I have an upstream application sending following JSON message to an SNS topic. We use AWS lambda function to save this JSON object in S3:
{
"processResult": {
"processName": "XYZ",
"stageResults": {
"Read Files": {
"status": "PROCESSED",
"error": "",
"timeTaken": 26064469473
},
"Convert Files": {
"status": "PROCESSED",
"error": "",
"timeTaken": 97968896
}
},
"processMetrics": {
"filesProcessed": 1157,
"filesWithExceptionCount": 1,
"timeTaken": "367.460031s",
"metricsCalcTime": "6.061847s",
"totalTimeTaken": "373.521878s"
},
"succeeded": true
}
}
If you observe within the "stageResults" STRUCT, I have the attributes with spaces, like "Read Files" and "Convert Files" and when i am trying to read this JSON from S3 using AWS Athena (AWS Glue Crawler), I am getting following error:
HIVE_METASTORE_ERROR: com.facebook.presto.spi.PrestoException: Error: : expected at the position 51 of 'struct<....

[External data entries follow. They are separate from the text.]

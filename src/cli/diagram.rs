//! `photoledger diagram FILE -o network.svg [--dot]`.

use super::output::{out, outln};
use super::{NetworkArgs, load, print_warnings};
use std::path::Path;

pub fn run(args: &NetworkArgs, out: &Path, dot: bool) -> photoledger::Result<()> {
    let net = load(args)?;
    print_warnings(&net);
    if dot {
        out!("{}", photoledger::report::diagram::dot(&net))?;
        return Ok(());
    }
    photoledger::report::write_atomic(out, photoledger::report::diagram::svg(&net).as_bytes())?;
    outln!("wrote {}", out.display())?;
    Ok(())
}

......but ' ' is found. (Service: null; Status Code: 0; Error Code: null; Request ID: null)
But when I manually edit the JSON message by modifying "stageResults" STRUCT like "Read_Files" and "Convert_Files", I was able to read and query the JSON using AWS Athena tables successfully.
Following is the piece of code from AWS Lambda which triggers on SNS topic, reads JSON message and saves it in S3:
import json
import boto3
import random
import string
file_name = ''.join([random.choice(string.ascii_lowercase) for i in range(16)])
def lambda_handler(event, context):
target_bucket = 'bucket-name'
target_key = 'input=clientdata/' + file_name + '.json'
s3 = boto3.resource('s3')
for record in event['Records']:
payload = record["body"]
data = json.loads(payload)
print(data)
print("copying JSON message...")
s3.Object('target_bucket', 'target_key').put(
Body=(bytes(json.dumps(data).encode('UTF-8')))
)
Now, I want to know how to modify this JSON message before saving it to S3 using AWS Lambda. Any help is appreciated.